* _Required work_:
All of the entries need to be written out again, exactly as they are.

* _Data provided_:
def _budget_dict(b: Budget) -> dict:
    from .analyse.tones import DEFAULT_LEVELS_DBFS

    return {**{c.name: getattr(b, c.name) for c in BUDGET_CHECKS},
            "tone_levels_dbfs": list(b.tone_levels_dbfs or DEFAULT_LEVELS_DBFS),
            "passband": [list(x) for x in b.passband] if b.passband else None,
            "stopband": [list(x) for x in b.stopband] if b.stopband else None}


# ------------------------------------------------------------------ overrides

def apply_overrides(budget: Budget, **values) -> Budget:
    """Budget with command-line overrides applied (``None`` = keep the file's value).

    *values* are budget keys of :data:`coefc.checks.CHECKS` that have a command-line
    option, as the option gives them (``limit_cycles`` as text: ``"none"`` or a number
    of LSB; ``overflow``: ``"none"`` or ``"allow"``).  Bad values raise
    :class:`DescriptionError` naming the option.
    """
    ch = {}
    for key, value in values.items():
        check = BY_NAME.get(key)
        if check is None or check.option is None:
            raise TypeError(f"apply_overrides: no command-line override for {key!r}")
        if value is None:
            continue
        try:
            ch[key] = check.validate(check.parse_option(value))
        except LimitError as e:
            raise DescriptionError("<command line>", str(e), key=check.option) from None
    return replace(budget, **ch, command_line=budget.command_line | frozenset(ch))


def channel_budget(budget: Budget, overrides) -> Budget:
    """One channel's budget: *budget* with the channel's ``[channel.budget]`` keys.

    Keys set on the command line (``budget.command_line``) win over the channel's
    own: an override given to the whole command applies to every channel.
    """
    keys = {k: v for k, v in dict(overrides).items() if k not in budget.command_line}
    return replace(budget, **keys) if keys else budget


def width_budget(budget: Budget, arithmetic) -> Budget:
    """*budget* with its ``[budget.when_data_bits.N]`` keys for *arithmetic*'s data word (N its width).

    Float32 arithmetic has no data word: no table applies.  Keys set on the command
    line win over the table's.
    """
    if arithmetic is None or arithmetic.is_float:
        return budget
    for width, keys in budget.when_data_bits:
        if width == arithmetic.data.width:
            return channel_budget(budget, dict(keys))
    return budget


def budget_for(budget: Budget, spec, arithmetic) -> Budget:
    """One channel's budget as the check applies it, before the defaults (:func:`with_defaults`).

    In order, later winning: the description's ``[budget]``, its table for the
    channel's data-word width (:func:`width_budget`), the channel's own
    ``[channel.budget]`` (*spec*: a :class:`coefc.spec.ChannelSpec` or ``None``),
    and the keys set on the command line (``budget.command_line``) over all.
    ``structure = "auto"`` meets exactly this budget (:func:`coefc.api.Design.realise`).
    """
    b = width_budget(budget, arithmetic)
    return channel_budget(b, spec.budget) if spec is not None else b


# ------------------------------------------------------------------ checks

def _fmt(v, unit=""):
    if v is None:
        return "n/a"
    if isinstance(v, float):
        return f"{v:.4g}{unit}"
    return f"{v}{unit}"


def with_defaults(budget: Budget) -> tuple[Budget, dict]:
    """*budget* with the hazards it does not name gated as ``"none"``, and those defaults."""
    defaults = {k: v for k, v in HAZARD_DEFAULTS if getattr(budget, k) is None}
    return (replace(budget, **defaults) if defaults else budget), defaults


def _has_error_feedback(structure) -> bool:
    """Whether *structure* already feeds its rounding residual back (df1ef, df1ef-wide-fb)."""
    from .program import STRUCTURE_TABLE

    return structure in STRUCTURE_TABLE and STRUCTURE_TABLE[structure].error_feedback


_REMEDIES = {  # remedy -> (its words, the setting that means it is already in use)
    "df1ef": ("use error feedback (df1ef)", lambda m: _has_error_feedback(getattr(m, "structure", None))),
    "l1": ("scaling = \"l1\"", lambda m: getattr(m, "scaling", None) == "l1"),
    "saturate": ("saturation", lambda m: getattr(m, "overflow_mode", None) == "saturate"),
    "gain": ("a gain stage before the filter", lambda m: False),
    "rounding": ("another rounding", lambda m: False),
    "data": ("a wider data word", lambda m: False),
}


def _remedies(metrics, *names: str) -> str:
    """The remedies of a failing check, leaving out any the realisation already uses."""
    words = [text for text, in_use in (_REMEDIES[n] for n in names) if not in_use(metrics)]
    return ", ".join(words[:-1]) + (" or " if len(words) > 1 else "") + words[-1]


def cic_cycle_argument(cics) -> str:
    """Why a CIC decimator has no limit cycle, over the whole integer map (Hogenauer 1981).

    Its integrators are recursive but never round: every step is a ring operation modulo 2^B, so the
    comb output is the exact FIR sum of the last N (R D - 1) + 1 inputs (the modulo property), and
    zero input gives zero output after that many input samples.  From an arbitrary state (not the
    zero start) the integrators add sequences that are integer polynomials of degree < N in the
    sample index; each comb (1 - z^-(R D) at the input rate) lowers the degree by one, so N combs
    remove them after N D output samples.  The one rounding is outside every loop."""
    parts = []
    for r, n, d in cics:
        parts.append(f"the CIC decimator (R = {r}, N = {n}, D = {d}) has none: its integrators never round and "
                     f"wrap modulo 2^B, so its output is the exact FIR of its last {n * (r * d - 1) + 1} inputs "
                     f"(the modulo property), zero after them for zero input, and from any state its combs remove "
                     f"the integrators' drift after {n * d} output samples")
    return "; ".join(parts)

* _Solution below_:
def _budget_dict(b: Budget) -> dict:
    from .analyse.tones import DEFAULT_LEVELS_DBFS

    return {**{c.name: getattr(b, c.name) for c in BUDGET_CHECKS},
            "tone_levels_dbfs": list(b.tone_levels_dbfs or DEFAULT_LEVELS_DBFS),
            "passband": [list(x) for x in b.passband] if b.passband else None,
            "stopband": [list(x) for x in b.stopband] if b.stopband else None}


# ------------------------------------------------------------------ overrides

def apply_overrides(budget: Budget, **values) -> Budget:
    """Budget with command-line overrides applied (``None`` = keep the file's value).

    *values* are budget keys of :data:`coefc.checks.CHECKS` that have a command-line
    option, as the option gives them (``limit_cycles`` as text: ``"none"`` or a number
    of LSB; ``overflow``: ``"none"`` or ``"allow"``).  Bad values raise
    :class:`DescriptionError` naming the option.
    """
    ch = {}
    for key, value in values.items():
        check = BY_NAME.get(key)
        if check is None or check.option is None:
            raise TypeError(f"apply_overrides: no command-line override for {key!r}")
        if value is None:
            continue
        try:
            ch[key] = check.validate(check.parse_option(value))
        except LimitError as e:
            raise DescriptionError("<command line>", str(e), key=check.option) from None
    return replace(budget, **ch, command_line=budget.command_line | frozenset(ch))


def channel_budget(budget: Budget, overrides) -> Budget:
    """One channel's budget: *budget* with the channel's ``[channel.budget]`` keys.

    Keys set on the command line (``budget.command_line``) win over the channel's
    own: an override given to the whole command applies to every channel.
    """
    keys = {k: v for k, v in dict(overrides).items() if k not in budget.command_line}
    return replace(budget, **keys) if keys else budget


def width_budget(budget: Budget, arithmetic) -> Budget:
    """*budget* with its ``[budget.when_data_bits.N]`` keys for *arithmetic*'s data word (N its width).

    Float32 arithmetic has no data word: no table applies.  Keys set on the command
    line win over the table's.
    """
    if arithmetic is None or arithmetic.is_float:
        return budget
    for width, keys in budget.when_data_bits:
        if width == arithmetic.data.width:
            return channel_budget(budget, dict(keys))
    return budget


def budget_for(budget: Budget, spec, arithmetic) -> Budget:
    """One channel's budget as the check applies it, before the defaults (:func:`with_defaults`).

    In order, later winning: the description's ``[budget]``, its table for the
    channel's data-word width (:func:`width_budget`), the channel's own
    ``[channel.budget]`` (*spec*: a :class:`coefc.spec.ChannelSpec` or ``None``),
    and the keys set on the command line (``budget.command_line``) over all.
    ``structure = "auto"`` meets exactly this budget (:func:`coefc.api.Design.realise`).
    """
    b = width_budget(budget, arithmetic)
    return channel_budget(b, spec.budget) if spec is not None else b


# ------------------------------------------------------------------ checks

def _fmt(v, unit=""):
    if v is None:
        return "n/a"
    if isinstance(v, float):
        return f"{v:.4g}{unit}"
    return f"{v}{unit}"


def with_defaults(budget: Budget) -> tuple[Budget, dict]:
    """*budget* with the hazards it does not name gated as ``"none"``, and those defaults."""
    defaults = {k: v for k, v in HAZARD_DEFAULTS if getattr(budget, k) is None}
    return (replace(budget, **defaults) if defaults else budget), defaults


def _has_error_feedback(structure) -> bool:
    """Whether *structure* already feeds its rounding residual back (df1ef, df1ef-wide-fb)."""
    from .program import STRUCTURE_TABLE

    return structure in STRUCTURE_TABLE and STRUCTURE_TABLE[structure].error_feedback


_REMEDIES = {  # remedy -> (its words, the setting that means it is already in use)
    "df1ef": ("use error feedback (df1ef)", lambda m: _has_error_feedback(getattr(m, "structure", None))),
    "l1": ("scaling = \"l1\"", lambda m: getattr(m, "scaling", None) == "l1"),
    "saturate": ("saturation", lambda m: getattr(m, "overflow_mode", None) == "saturate"),
    "gain": ("a gain stage before the filter", lambda m: False),
    "rounding": ("another rounding", lambda m: False),
    "data": ("a wider data word", lambda m: False),
}


def _remedies(metrics, *names: str) -> str:
    """The remedies of a failing check, leaving out any the realisation already uses."""
    words = [text for text, in_use in (_REMEDIES[n] for n in names) if not in_use(metrics)]
    return ", ".join(words[:-1]) + (" or " if len(words) > 1 else "") + words[-1]


def cic_cycle_argument(cics) -> str:
    """Why a CIC decimator has no limit cycle, over the whole integer map (Hogenauer 1981).

    Its integrators are recursive but never round: every step is a ring operation modulo 2^B, so the
    comb output is the exact FIR sum of the last N (R D - 1) + 1 inputs (the modulo property), and
    zero input gives zero output after that many input samples.  From an arbitrary state (not the
    zero start) the integrators add sequences that are integer polynomials of degree < N in the
    sample index; each comb (1 - z^-(R D) at the input rate) lowers the degree by one, so N combs
    remove them after N D output samples.  The one rounding is outside every loop."""
    parts = []
    for r, n, d in cics:
        parts.append(f"the CIC decimator (R = {r}, N = {n}, D = {d}) has none: its integrators never round and "
                     f"wrap modulo 2^B, so its output is the exact FIR of its last {n * (r * d - 1) + 1} inputs "
                     f"(the modulo property), zero after them for zero input, and from any state its combs remove "
                     f"the integrators' drift after {n * d} output samples")
    return "; ".join(parts)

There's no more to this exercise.